What is good though is that what you're actually shooting at is predictable so it means you can play it at a really fast pace. It just seems to work well though as the playability is spot on.


----------



## Brazo (Oct 27, 2005)

Have always pondered over buying this but Nazi zombies keeps me busy if and when I want some zombie action!!


----------



## Alex_225 (Feb 7, 2008)

Nazi Zombies??? What games that then, Wolfenstein?

I think where Left 4 Dead comes into its own is the multiplayer as even when you're playing on your own, you're in a team of four so playing online means the other three team mates have that bit more intelligence.


----------



## SuperchargedLlama (Apr 25, 2008)

The best aspect of Left 4 Dead is the fact that you have to work as a team, with people you've never met before usually (it seems that way when you are playing on the PC anyway). It's great, tactics etc actually work and it's never predictable. I love the fact that the Tank's aren't always in the same places, just like the witches.

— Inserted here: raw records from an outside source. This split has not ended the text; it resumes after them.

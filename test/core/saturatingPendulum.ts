/**
 * Test fixture: an invented inverted pendulum held near upright by a torque that saturates — a
 * nonlinear plant (sin θ, the actuator clip, end stops) whose value no low-degree polynomial
 * represents well.
 *
 *   ω' = ω + Δt (a sin θ − c ω + u) + σ_ω ε,   θ' = θ + Δt ω'       (semi-implicit Euler, Δt = 0.05 s)
 * Mechanical end stops at ±θ_stop hold the arm (θ' clipped, ω' = 0 there), from where the torque
 * limit can still lift it (a sin θ_stop < u_max): no run falls over, so every cost stays bounded and
 * the rollout truth has a light-tailed Monte Carlo error.
 *   u = clip(k₀ − k_θ θ − k_ω ω + σ_u η, −u_max, u_max),   cost = θ² + 0.1 ω² + 0.01 u²,  reward = −cost.
 * States (θ rad, ω rad/s), action u (torque per inertia, rad/s²). Truth J(π) over given start states
 * by seeded rollouts of the plant itself, with its Monte Carlo standard error.
 */
import { meanOverStarts } from '../support/startMeans';
import { createRandom, type RandomSource } from '../../src/core/random';
import type { TransitionSet } from '../../src/core/transitions';

export const PENDULUM = { dt: 0.05, gravity: 4, damping: 0.5, noise: 0.05, torqueLimit: 2, stop: 0.45 } as const;

export interface PendulumController { offset: number; gainAngle: number; gainRate: number; std: number }

export const pendulumLogging: PendulumController = { offset: 0, gainAngle: 8, gainRate: 3, std: 0.4 };

function torque(c: PendulumController, theta: number, omega: number, rng: RandomSource): number {
  const u = c.offset - c.gainAngle * theta - c.gainRate * omega + c.std * rng.normal();
  return Math.min(PENDULUM.torqueLimit, Math.max(-PENDULUM.torqueLimit, u));
}

function step(theta: number, omega: number, u: number, rng: RandomSource): [number, number] {
  const w = omega + PENDULUM.dt * (PENDULUM.gravity * Math.sin(theta) - PENDULUM.damping * omega + u) + PENDULUM.noise * rng.normal();
  const next = theta + PENDULUM.dt * w;
  return Math.abs(next) >= PENDULUM.stop ? [Math.sign(next) * PENDULUM.stop, 0] : [next, w];
}

const cost = (theta: number, omega: number, u: number) => theta * theta + 0.1 * omega * omega + 0.01 * u * u;

/** Start states: θ₀ uniform in ±angle, ω₀ uniform in ±rate. */
export function pendulumLog(c: PendulumController, episodes: number, steps: number, seed: number, angle = 0.3, rate = 0.3): TransitionSet {
  const rng = createRandom(seed), n = episodes * steps;
  const states = new Float64Array(2 * n), nextStates = new Float64Array(2 * n), actions = new Float64Array(n), rewards = new Float64Array(n);
  const episode = new Int32Array(n), startStates = new Float64Array(2 * episodes);
  for (let e = 0, row = 0; e < episodes; e++) {
    let theta = angle * (2 * rng.uniform() - 1), omega = rate * (2 * rng.uniform() - 1);
    startStates.set([theta, omega], 2 * e);
    for (let t = 0; t < steps; t++, row++) {
      const u = torque(c, theta, omega, rng);
      states.set([theta, omega], 2 * row);
      actions[row] = u;
      rewards[row] = -cost(theta, omega, u);
      [theta, omega] = step(theta, omega, u, rng);
      nextStates.set([theta, omega], 2 * row);
      episode[row] = e;
    }
  }
  return {
    count: n, stateDim: 2, actionDim: 1, stateNames: ['angle_rad', 'rate_rad_s'], actionNames: ['torque'],
    states, actions, rewards, nextStates, terminal: new Uint8Array(n), episode, episodeCount: episodes, startStates,
    sourceLine: Int32Array.from({ length: n }, (_, i) => i + 2),
  };
}

/** J(π) = mean over the start states of V^π(s₀), by `rollouts` seeded rollouts each, cut where γ^t < 1e-6; with its Monte Carlo SE. */
export function pendulumRolloutValue(c: PendulumController, discount: number, starts: Float64Array, rollouts: number, seed: number): { value: number; standardError: number } {
  const steps = Math.ceil(Math.log(1e-6) / Math.log(discount));
  return meanOverStarts(starts.length / 2, rollouts, (s, r) => {
    const rng = createRandom(seed + s * rollouts + r);
    let theta = starts[2 * s], omega = starts[2 * s + 1], g = 0, power = 1;
    for (let t = 0; t < steps; t++, power *= discount) {
      const u = torque(c, theta, omega, rng);
      g -= power * cost(theta, omega, u);
      [theta, omega] = step(theta, omega, u, rng);
    }
    return g;
  });
}
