/**
 * A user's candidate name keeps each number with the unit after it when a narrow column wraps it
 * (core/unitGroups.ts): a value and its unit stay on one line (typographic practice; common practice —
 * the app's own numbers do it already, shareNoBreak.test.ts). The names are the heating-loop sample's
 * and invented ones; the expected texts are written out by hand, "~" standing for U+00A0.
 */
import { describe, expect, it } from 'vitest';
import { keepUnitGroups, UNIT_GROUP_MOST } from '../../src/core/unitGroups';

const shown = (name: string) => keepUnitGroups(name).replace(/\u00a0/g, '~');

describe('a name’s numbers held to their units', () => {
  it('holds a gain and an integral time to their units, and nothing else', () => {
    expect(shown('PI (25 %/K, 30 min)')).toBe('PI (25~%/K, 30~min)');
    expect(shown('PI with a 2 %/min rate limit')).toBe('PI with a 2~%/min rate limit');
    expect(shown('Outdoor reset schedule + P trim')).toBe('Outdoor reset schedule + P trim');
    expect(shown('reset at −2 °C, 0.5 m³/h; 3 s')).toBe('reset at −2~°C, 0.5~m³/h; 3~s');
  });

  it('leaves a number before a bracket, a sign or another number, and a long word after one', () => {
    expect(shown('loop 2 (spare)')).toBe('loop 2 (spare)');
    expect(shown('trim 1 + 2 K')).toBe('trim 1 + 2~K');
    expect(shown('PI 3 4 s')).toBe('PI 3 4~s');
    const long = 'x'.repeat(UNIT_GROUP_MOST + 1), short = 'x'.repeat(UNIT_GROUP_MOST);
    expect(shown(`2 ${long}`)).toBe(`2 ${long}`); // no group wider than a unit: a name still wraps in a narrow column
    expect(shown(`2 ${short}`)).toBe(`2~${short}`);
  });

  it('changes only spaces, one for one: the name reads and copies as the user wrote it', () => {
    for (const name of ['PI (25 %/K, 30 min)', 'PI with a 2 %/min rate limit', 'a  2  min']) {
      expect(keepUnitGroups(name).replace(/\u00a0/g, ' ')).toBe(name);
    }
  });
});
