/**
 * Runs cut by a time limit before the longest length, beside runs that end in the end state. The
 * chain (invented for this test): a run that is still going pays 1 per step and, after each step,
 * ends in the end state with probability 1/2; the log of each run is cut after 1 or 2 steps with
 * probability 1/2 each, independently of the chain (an ordinary time limit). The log below holds
 * these outcomes in their exact proportions (8 runs), so a consistent estimator returns its limit on
 * it exactly. The candidate is the logged controller (every weight is 1). By hand:
 *   E[r_0] = 1, E[r_1 · still going at 1] = 1/2, E[V(s_2) · still going at 2] = V/4, V = 1/(1 − γ/2),
 * so over the 2 logged steps WPDIS → 1 + γ/2, and with V past the limit WPDIS → 1 + γ/2 + γ²V/4 = V
 * (the geometric series; common practice).
 * Among the runs known to be still going at step 1 — the 2 that act there and the 2 cut there — half
 * ended; a normaliser that keeps the 4 ended runs but drops the 2 cut ones gives 2/6 instead.
 */
describe('padded estimators on a log that mixes early time limits with end states', () => {
  const discount = 0.9, value = 1 / (1 - discount / 2);
  const one = (absorbed: boolean): Run => ({ actions: [0], rewards: [1], absorbed });
  const two = (absorbed: boolean): Run => ({ actions: [0, 0], rewards: [1, 1], absorbed });
  const runs = [one(true), one(true), one(false), one(false), one(true), one(true), two(true), two(false)];
  const data = logOf(runs), index = indexEpisodes(data), table = importanceWeightTable(data, index, behaviour, behaviour);

  it('weighted importance sampling over the logged steps is 1 + γ/2', () => {
    close(perDecisionEstimates(perDecisionData(table, null), discount).importanceSampling, 1 + discount / 2);
  });

  it('with V past the time limits, weighted importance sampling is V and doubly robust with exact Q̂ = V̂ = V is V', () => {
    const n = data.count, values = { actionValues: new Float64Array(n).fill(value), stateValues: new Float64Array(n).fill(value) };
    const tails = { finalStateValues: runs.map(() => value), tailWeights: runs.map((r) => (r.absorbed ? 0 : discount ** r.actions.length)) };
    const estimates = perDecisionEstimates(perDecisionData(table, values, tails), discount);
    close(estimates.importanceSampling, value);
    close(estimates.doublyRobust!, value);
  });
});

/** A random log: lengths 0–9, about a third of the runs ending in the end state, moves from N(0, 1.3²). */
function randomLog(seed: number): { data: TransitionSet; runs: Run[] } {
  const rng = createRandom(seed), runs: Run[] = [];
  for (let k = 0; k < 40; k++) {
    const length = Math.floor(rng.uniform() * 10), actions = Array.from({ length }, () => 1.3 * rng.normal());
    runs.push({ actions, rewards: actions.map((a) => -1 - a * a), absorbed: length > 0 && rng.uniform() < 0.35 });
  }
  return { data: logOf(runs, 3), runs };
}
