/**
 * A logged actuator limit is named with how the log showed it (core/loggedActionLimits.ts: our rule —
 * at least max(2, 0.1 % of the rows) values at the extreme, or one value exactly at a bound a
 * candidate declares), in the app, the report and the command line alike. Invented log: ten valve
 * positions in %, three at 0 and one at 100, the candidates declaring 0 to 100.
 */
import { describe, expect, it } from 'vitest';
import { loggedActionLimits } from '../../src/core/loggedActionLimits';
import { loggedLimitText } from '../../src/core/loggedLimitWords';
import { limitsText } from '../../src/cli/formatEvaluation';

const valve = Float64Array.from([0, 0, 0, 12, 35, 50, 61, 77, 88, 100]);

describe('a logged limit with its evidence', () => {
  it('tells a repeated extreme from a value at a declared bound', () => {
    const limits = loggedActionLimits(valve, 10, 1, { lo: [[0]], hi: [[100]] });
    expect(limits.evidence).toEqual({ lo: ['repeated'], hi: ['declared'] });
    const text = loggedLimitText(limits.lo[0], limits.hi[0], { lo: limits.evidence.lo[0], hi: limits.evidence.hi[0] }, '%', String);
    expect(text).toBe('lower 0 % (repeated extreme), upper 100 % (at a declared bound)');
  });

  it('says none where the log shows none, and names the limit alone for results saved without the evidence', () => {
    const limits = loggedActionLimits(valve, 10, 1, { lo: [], hi: [] }); // nothing declared: the single 100 is no limit
    expect(loggedLimitText(limits.lo[0], Number.isFinite(limits.hi[0]) ? limits.hi[0] : null, { lo: limits.evidence.lo[0], hi: limits.evidence.hi[0] }, '%', String)).toBe('lower 0 % (repeated extreme)');
    expect(loggedLimitText(null, null, undefined, '', String)).toBe('none seen');
    expect(loggedLimitText(0, 100, undefined, '%', String)).toBe('lower 0 %, upper 100 %');
  });

  it('is on the command line’s baseline line, each action named when there are several', () => {
    const model: Parameters<typeof limitsText>[0] = {
      offset: [40, 10], gain: [[1], [2]], std: [3, 1], lo: [0, null], hi: [100, 20], actions: ['hot_valve', 'cold_valve'], units: ['%', 'm³/h'],
      limitEvidence: { lo: ['repeated', 'none'], hi: ['declared', 'repeated'] },
    };
    expect(limitsText(model))
      .toBe('actuator limits read from the log: lower 0 % (repeated extreme), upper 100 % (at a declared bound) on hot_valve; upper 20 m³/h (repeated extreme) on cold_valve');
  });
});
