/**
 * The one API the renderer sees, exposed through contextBridge. It grows with the app; its type is
 * shared with the renderer through src/shared/appApi.ts.
 */
import { contextBridge } from 'electron';
import type { AppApi } from '../shared/appApi';

const api: AppApi = {
  host: 'electron',
  versions: { electron: process.versions.electron ?? 'unknown', chrome: process.versions.chrome ?? 'unknown' },
};

contextBridge.exposeInMainWorld('setpointCritic', api);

The Smoker seems to be the most unpredictable character in the game which is brilliant too.

Bring on L4D - 2


----------



## Shug (Jul 13, 2007)

Mother-Goose said:


> Bring on L4D - 2


With chainsaws and frying pans apparently :lol:


----------



## Alex_225 (Feb 7, 2008)

And AXES!!! Get in.

I had a mate at work raving about this for months. I finally get round to buying an Xbox and on his recommendation I bought this first. Played in on my own and its great. 

Play it online and I reckon you'll just keep playing and playing it. I've been finding myself playing a campaign at the end of the evening and one on in the morning before work haha. 

Definitely need to play with team tactics although I have found some online tend to just run off into the distance which is a bit silly. Generally though everyone helps each other out which is cool. 

If anyone plays this on Xbox Live my tag is - Millzy666


----------



## Tyson (Jul 7, 2009)

Brazo said:


> Have always pondered over buying this but Nazi zombies keeps me busy if and when I want some zombie action!!


I'm the same mate, still play all 3 zombie levels when i need some zombie killing in my life! Heard a lot about Left 4 Dead, but just never bought it, but certainly getting the 2nd installment! 

Tys.


----------



## jamest (Apr 8, 2008)

Valve always seem to come up with the better games in the industry, can't imagine playing L4D on a console though, must be horrible.


----------



## Alex_225 (Feb 7, 2008)

jamest said:


> ...can't imagine playing L4D on a console though, must be horrible.


Plays extremely way mate, seriously doesn't hinder the play of the game at all.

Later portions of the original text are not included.